## TASK GOAL
Search the data below for the word "MieParticles" and copy each line that holds it.

## MATERIAL FOR THIS EXERCISE
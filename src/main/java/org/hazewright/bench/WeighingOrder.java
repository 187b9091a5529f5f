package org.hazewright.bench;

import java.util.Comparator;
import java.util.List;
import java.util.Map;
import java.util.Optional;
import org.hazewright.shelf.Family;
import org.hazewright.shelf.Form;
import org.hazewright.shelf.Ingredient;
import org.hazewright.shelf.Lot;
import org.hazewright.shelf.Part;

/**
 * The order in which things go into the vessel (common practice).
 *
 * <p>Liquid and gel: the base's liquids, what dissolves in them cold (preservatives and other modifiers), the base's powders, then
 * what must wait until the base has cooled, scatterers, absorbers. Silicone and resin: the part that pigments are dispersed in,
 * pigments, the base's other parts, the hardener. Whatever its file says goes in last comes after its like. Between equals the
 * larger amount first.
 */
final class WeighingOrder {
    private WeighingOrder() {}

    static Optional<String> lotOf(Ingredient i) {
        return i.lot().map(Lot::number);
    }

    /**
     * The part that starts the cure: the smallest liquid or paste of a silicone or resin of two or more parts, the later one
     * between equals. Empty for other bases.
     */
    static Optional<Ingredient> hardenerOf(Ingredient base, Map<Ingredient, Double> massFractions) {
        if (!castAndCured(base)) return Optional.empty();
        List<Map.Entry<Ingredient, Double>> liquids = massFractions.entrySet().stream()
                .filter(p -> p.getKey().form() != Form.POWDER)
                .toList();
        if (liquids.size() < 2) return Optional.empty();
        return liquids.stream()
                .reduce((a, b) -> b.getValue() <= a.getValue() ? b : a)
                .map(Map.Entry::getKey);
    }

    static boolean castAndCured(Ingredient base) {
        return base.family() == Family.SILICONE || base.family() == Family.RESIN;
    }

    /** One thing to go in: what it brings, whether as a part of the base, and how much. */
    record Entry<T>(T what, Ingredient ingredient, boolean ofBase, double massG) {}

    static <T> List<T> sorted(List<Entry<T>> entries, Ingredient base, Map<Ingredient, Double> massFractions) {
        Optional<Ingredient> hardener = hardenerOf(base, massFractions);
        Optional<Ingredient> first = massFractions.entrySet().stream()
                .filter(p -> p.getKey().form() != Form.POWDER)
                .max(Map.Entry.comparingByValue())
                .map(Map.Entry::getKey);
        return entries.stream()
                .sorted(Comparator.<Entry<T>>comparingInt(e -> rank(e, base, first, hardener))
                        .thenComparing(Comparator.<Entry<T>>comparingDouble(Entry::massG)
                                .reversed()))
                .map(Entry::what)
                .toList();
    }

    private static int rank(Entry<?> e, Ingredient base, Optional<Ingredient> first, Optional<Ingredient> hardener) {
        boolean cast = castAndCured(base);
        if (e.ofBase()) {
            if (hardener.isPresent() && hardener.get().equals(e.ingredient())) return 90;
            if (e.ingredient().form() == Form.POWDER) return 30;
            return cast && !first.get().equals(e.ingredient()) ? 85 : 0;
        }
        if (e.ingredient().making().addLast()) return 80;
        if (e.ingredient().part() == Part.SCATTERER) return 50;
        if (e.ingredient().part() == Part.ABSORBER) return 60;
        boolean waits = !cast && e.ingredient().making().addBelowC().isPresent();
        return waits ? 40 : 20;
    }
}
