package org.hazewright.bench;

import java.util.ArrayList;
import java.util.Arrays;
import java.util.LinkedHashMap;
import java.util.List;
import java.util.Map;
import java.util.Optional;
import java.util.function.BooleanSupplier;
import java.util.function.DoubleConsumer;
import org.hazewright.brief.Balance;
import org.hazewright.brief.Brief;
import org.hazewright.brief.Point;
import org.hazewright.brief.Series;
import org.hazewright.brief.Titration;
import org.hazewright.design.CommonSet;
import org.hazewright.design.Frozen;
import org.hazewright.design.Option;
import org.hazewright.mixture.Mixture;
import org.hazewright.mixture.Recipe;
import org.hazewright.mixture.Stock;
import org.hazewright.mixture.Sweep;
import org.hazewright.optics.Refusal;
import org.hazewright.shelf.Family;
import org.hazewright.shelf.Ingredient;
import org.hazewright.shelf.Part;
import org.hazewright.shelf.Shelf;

...

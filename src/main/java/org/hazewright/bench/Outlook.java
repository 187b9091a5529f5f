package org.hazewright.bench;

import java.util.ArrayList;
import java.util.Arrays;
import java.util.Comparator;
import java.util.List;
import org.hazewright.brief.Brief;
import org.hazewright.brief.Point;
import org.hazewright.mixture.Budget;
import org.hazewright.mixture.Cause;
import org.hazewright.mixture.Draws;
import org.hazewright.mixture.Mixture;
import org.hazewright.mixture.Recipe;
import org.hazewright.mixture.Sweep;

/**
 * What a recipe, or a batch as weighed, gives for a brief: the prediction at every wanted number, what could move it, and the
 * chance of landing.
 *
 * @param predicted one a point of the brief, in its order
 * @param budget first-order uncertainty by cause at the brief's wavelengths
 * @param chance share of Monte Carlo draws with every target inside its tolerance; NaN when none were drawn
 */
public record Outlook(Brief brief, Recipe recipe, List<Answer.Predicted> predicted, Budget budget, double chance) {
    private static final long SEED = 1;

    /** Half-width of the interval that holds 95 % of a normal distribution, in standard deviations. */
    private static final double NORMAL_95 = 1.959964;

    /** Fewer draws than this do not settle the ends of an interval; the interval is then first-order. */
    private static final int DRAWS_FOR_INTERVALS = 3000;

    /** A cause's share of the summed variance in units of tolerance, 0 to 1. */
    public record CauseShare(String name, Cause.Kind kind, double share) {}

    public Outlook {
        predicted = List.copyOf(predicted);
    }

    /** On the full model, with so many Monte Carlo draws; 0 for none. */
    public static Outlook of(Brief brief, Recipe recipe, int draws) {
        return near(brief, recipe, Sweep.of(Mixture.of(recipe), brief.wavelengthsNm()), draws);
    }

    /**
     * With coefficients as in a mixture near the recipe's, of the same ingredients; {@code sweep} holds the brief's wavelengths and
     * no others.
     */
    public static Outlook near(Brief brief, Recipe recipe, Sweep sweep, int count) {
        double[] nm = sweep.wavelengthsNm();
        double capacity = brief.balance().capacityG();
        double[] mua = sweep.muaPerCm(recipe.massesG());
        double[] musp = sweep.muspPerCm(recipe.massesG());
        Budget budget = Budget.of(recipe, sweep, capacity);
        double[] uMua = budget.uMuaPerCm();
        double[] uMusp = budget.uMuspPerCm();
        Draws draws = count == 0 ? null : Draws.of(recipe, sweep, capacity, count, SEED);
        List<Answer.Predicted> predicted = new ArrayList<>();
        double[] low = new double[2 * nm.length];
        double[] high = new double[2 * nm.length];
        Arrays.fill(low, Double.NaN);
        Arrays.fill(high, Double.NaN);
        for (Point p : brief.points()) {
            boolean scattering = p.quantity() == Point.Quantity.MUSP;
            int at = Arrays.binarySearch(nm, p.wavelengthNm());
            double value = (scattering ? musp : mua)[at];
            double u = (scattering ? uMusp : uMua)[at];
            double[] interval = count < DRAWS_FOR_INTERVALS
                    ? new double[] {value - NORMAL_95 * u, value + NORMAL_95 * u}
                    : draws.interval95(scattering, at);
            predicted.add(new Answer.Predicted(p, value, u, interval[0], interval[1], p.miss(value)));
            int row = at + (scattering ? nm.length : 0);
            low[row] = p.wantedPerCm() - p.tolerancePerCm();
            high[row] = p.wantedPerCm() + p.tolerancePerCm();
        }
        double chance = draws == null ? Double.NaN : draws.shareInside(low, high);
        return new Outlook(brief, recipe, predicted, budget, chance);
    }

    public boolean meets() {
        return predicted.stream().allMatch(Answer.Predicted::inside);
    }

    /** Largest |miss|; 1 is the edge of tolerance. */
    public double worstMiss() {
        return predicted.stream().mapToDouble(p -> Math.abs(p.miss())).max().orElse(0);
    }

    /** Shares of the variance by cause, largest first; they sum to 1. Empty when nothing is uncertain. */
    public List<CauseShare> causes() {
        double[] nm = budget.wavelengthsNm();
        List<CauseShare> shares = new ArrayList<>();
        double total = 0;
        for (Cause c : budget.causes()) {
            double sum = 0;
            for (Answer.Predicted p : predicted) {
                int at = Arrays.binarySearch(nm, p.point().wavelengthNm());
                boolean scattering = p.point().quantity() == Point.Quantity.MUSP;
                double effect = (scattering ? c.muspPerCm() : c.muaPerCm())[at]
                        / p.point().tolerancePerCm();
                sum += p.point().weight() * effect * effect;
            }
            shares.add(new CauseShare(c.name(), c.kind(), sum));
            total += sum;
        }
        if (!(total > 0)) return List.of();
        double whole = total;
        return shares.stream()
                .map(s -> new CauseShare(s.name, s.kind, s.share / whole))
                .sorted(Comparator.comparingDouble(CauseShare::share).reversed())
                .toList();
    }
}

--

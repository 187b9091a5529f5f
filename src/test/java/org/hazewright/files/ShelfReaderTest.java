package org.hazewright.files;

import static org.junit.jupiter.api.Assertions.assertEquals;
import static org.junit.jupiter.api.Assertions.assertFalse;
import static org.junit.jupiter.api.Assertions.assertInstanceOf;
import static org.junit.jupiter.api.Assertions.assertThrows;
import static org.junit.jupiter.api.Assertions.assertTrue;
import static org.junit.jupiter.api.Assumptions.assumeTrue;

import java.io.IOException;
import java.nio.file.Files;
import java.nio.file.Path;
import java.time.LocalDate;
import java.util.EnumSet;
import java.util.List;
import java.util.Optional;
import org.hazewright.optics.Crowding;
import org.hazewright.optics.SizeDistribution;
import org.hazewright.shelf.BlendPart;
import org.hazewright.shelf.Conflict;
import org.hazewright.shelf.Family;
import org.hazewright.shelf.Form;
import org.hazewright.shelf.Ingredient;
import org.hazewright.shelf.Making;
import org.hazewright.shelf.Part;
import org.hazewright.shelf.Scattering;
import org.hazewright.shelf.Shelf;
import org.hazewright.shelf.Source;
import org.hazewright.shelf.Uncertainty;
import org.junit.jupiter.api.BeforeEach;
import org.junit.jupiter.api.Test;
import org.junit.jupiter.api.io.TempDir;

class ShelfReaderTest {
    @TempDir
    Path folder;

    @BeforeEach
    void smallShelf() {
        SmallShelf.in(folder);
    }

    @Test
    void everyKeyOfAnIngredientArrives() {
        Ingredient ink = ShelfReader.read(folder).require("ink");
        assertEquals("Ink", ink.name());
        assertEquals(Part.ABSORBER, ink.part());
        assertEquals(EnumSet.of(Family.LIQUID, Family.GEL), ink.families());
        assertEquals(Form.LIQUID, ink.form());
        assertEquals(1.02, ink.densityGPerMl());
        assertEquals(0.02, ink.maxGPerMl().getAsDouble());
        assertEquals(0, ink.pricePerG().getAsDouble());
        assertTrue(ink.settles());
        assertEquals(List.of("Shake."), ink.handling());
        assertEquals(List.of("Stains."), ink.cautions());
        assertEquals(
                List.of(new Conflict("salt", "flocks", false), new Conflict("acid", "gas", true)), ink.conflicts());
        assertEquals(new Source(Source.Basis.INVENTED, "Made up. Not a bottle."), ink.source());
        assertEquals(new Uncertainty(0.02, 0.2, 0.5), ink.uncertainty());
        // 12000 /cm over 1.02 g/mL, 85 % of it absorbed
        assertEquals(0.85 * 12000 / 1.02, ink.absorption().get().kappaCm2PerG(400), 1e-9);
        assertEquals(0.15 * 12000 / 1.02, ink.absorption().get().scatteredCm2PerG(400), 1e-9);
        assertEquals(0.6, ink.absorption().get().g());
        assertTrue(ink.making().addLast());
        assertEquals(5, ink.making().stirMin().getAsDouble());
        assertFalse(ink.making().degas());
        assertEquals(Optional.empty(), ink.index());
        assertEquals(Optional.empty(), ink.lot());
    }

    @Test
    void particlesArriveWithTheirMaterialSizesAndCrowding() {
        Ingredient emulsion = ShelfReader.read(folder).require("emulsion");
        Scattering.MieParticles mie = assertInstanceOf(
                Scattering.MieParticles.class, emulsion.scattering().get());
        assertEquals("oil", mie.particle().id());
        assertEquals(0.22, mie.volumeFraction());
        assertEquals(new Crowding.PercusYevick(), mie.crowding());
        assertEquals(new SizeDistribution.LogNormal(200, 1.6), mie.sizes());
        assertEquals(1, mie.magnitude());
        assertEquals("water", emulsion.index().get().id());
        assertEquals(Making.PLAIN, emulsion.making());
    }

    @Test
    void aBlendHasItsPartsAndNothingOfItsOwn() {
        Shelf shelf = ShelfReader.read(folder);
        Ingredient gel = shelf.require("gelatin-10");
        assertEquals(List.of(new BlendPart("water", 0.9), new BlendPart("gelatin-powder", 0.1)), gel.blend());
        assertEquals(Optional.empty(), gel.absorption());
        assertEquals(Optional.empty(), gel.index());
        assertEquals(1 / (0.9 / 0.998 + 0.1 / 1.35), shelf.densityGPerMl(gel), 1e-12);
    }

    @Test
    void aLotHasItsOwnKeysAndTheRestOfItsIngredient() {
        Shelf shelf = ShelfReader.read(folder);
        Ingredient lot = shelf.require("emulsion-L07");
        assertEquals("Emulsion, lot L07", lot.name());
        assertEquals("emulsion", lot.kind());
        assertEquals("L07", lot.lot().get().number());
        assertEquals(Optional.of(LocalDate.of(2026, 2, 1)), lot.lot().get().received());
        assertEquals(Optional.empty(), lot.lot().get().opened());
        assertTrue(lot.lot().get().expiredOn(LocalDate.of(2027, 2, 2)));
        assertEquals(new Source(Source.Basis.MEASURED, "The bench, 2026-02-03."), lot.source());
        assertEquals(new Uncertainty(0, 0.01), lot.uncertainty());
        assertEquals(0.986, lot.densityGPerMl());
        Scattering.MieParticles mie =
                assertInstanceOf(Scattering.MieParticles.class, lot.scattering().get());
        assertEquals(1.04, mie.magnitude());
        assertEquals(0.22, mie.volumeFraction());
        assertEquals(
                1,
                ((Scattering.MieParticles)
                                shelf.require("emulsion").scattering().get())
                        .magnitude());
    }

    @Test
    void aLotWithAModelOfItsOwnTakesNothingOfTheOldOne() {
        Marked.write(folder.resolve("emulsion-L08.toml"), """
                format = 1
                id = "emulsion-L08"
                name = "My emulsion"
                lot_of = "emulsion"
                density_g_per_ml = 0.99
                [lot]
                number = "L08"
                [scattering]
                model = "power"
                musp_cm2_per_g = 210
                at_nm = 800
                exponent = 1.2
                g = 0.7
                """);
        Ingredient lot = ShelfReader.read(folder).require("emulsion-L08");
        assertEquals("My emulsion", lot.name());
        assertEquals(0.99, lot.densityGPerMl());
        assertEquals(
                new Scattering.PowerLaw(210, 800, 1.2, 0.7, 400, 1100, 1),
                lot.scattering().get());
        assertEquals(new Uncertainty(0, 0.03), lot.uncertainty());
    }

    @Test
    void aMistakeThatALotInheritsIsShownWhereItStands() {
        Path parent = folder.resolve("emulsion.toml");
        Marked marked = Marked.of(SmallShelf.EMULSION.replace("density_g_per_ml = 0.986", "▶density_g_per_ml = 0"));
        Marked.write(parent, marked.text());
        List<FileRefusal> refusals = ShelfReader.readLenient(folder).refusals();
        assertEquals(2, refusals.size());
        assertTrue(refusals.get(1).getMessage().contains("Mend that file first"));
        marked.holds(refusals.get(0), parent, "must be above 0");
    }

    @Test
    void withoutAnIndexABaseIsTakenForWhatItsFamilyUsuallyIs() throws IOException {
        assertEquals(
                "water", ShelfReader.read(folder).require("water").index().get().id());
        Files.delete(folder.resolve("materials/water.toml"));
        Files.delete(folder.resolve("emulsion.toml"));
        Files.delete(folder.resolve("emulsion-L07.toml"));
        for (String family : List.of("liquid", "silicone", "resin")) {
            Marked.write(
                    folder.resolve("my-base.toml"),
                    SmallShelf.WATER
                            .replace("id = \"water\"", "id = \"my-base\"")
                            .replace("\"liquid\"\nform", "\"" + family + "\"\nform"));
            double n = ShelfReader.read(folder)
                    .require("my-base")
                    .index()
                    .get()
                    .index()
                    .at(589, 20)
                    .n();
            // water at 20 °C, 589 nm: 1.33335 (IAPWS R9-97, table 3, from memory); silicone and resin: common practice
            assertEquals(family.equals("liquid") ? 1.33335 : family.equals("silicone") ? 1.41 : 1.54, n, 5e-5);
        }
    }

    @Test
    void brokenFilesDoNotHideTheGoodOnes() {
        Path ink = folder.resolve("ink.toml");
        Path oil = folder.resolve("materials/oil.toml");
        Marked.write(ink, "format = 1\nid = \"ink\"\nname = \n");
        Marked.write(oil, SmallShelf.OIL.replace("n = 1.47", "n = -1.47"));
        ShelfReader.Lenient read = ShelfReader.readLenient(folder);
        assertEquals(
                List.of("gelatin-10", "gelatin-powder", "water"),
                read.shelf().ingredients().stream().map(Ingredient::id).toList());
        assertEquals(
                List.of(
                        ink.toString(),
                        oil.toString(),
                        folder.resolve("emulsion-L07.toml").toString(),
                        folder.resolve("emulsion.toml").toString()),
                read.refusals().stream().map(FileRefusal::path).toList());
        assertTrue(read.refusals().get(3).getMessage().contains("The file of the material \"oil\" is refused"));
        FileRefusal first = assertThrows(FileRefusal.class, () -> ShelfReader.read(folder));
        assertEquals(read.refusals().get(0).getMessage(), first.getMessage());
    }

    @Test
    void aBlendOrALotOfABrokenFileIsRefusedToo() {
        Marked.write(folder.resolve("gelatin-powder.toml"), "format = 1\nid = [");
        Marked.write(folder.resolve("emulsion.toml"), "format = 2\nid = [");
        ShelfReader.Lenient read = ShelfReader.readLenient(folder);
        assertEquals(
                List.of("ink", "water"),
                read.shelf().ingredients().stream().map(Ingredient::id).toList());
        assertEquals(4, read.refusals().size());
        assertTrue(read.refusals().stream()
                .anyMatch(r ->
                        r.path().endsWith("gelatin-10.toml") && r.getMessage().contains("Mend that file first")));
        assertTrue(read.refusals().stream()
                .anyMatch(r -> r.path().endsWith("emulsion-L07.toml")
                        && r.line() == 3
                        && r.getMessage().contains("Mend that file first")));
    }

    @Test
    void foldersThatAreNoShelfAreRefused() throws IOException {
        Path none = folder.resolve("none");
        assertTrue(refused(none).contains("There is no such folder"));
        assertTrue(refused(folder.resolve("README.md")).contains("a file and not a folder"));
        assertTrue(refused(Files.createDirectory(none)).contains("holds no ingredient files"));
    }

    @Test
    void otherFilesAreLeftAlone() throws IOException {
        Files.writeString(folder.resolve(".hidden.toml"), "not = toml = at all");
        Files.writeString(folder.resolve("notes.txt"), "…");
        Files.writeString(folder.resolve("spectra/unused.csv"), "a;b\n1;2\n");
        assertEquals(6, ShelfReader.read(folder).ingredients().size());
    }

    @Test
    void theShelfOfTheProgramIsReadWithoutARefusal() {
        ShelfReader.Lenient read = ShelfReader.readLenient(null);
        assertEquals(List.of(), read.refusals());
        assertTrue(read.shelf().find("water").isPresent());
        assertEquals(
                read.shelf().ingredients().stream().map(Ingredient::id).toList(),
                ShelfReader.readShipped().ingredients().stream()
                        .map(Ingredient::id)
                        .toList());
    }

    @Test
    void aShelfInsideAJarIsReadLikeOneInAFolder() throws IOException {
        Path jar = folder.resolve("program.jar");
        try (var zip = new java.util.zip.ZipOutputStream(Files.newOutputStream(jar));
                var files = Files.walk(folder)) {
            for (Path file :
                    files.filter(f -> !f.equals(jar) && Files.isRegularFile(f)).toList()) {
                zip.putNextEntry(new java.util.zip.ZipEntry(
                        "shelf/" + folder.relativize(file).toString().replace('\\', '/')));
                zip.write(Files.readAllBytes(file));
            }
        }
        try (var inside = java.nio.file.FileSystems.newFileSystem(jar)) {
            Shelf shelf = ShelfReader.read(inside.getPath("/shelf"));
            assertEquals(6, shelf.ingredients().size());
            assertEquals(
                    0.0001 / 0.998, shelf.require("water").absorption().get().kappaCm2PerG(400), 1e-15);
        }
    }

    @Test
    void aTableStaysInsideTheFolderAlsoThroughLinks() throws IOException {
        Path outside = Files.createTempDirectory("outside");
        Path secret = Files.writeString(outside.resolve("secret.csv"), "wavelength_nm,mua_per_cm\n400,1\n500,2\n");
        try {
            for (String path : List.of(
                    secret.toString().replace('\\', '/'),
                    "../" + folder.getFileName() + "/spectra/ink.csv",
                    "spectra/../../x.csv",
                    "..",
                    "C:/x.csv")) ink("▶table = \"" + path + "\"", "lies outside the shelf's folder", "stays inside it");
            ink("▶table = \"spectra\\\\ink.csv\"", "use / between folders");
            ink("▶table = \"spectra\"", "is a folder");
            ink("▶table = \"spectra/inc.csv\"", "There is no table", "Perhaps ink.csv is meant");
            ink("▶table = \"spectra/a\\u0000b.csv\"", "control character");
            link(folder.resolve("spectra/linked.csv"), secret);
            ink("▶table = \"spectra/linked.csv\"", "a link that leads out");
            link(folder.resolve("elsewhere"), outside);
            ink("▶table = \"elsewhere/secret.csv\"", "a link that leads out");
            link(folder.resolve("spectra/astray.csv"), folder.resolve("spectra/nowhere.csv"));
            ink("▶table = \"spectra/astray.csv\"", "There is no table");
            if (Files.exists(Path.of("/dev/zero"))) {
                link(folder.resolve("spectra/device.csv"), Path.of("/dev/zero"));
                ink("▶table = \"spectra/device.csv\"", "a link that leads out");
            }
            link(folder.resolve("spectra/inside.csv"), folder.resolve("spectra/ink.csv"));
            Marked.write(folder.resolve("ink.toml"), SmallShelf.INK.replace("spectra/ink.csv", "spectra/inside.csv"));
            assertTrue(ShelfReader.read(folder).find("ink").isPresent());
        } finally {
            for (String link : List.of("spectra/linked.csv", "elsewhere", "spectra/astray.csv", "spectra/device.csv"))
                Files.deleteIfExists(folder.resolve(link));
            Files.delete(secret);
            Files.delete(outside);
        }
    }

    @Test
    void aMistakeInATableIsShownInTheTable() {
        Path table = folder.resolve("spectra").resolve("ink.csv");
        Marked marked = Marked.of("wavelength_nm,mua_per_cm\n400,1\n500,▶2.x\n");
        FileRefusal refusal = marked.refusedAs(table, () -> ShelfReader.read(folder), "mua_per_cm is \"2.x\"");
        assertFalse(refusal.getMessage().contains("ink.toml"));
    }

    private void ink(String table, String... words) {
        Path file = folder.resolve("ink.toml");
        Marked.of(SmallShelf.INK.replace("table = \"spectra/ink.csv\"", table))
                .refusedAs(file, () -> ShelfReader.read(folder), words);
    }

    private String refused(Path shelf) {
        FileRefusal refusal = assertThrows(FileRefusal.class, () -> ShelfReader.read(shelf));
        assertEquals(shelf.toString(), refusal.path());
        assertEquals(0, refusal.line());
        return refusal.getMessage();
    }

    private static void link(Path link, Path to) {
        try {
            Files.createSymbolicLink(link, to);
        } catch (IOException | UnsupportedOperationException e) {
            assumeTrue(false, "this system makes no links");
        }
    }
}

## ANSWER SPACE
        Scattering.MieParticles mie = assertInstanceOf(
                Scattering.MieParticles.class, emulsion.scattering().get());
        Scattering.MieParticles mie =
                assertInstanceOf(Scattering.MieParticles.class, lot.scattering().get());
                ((Scattering.MieParticles)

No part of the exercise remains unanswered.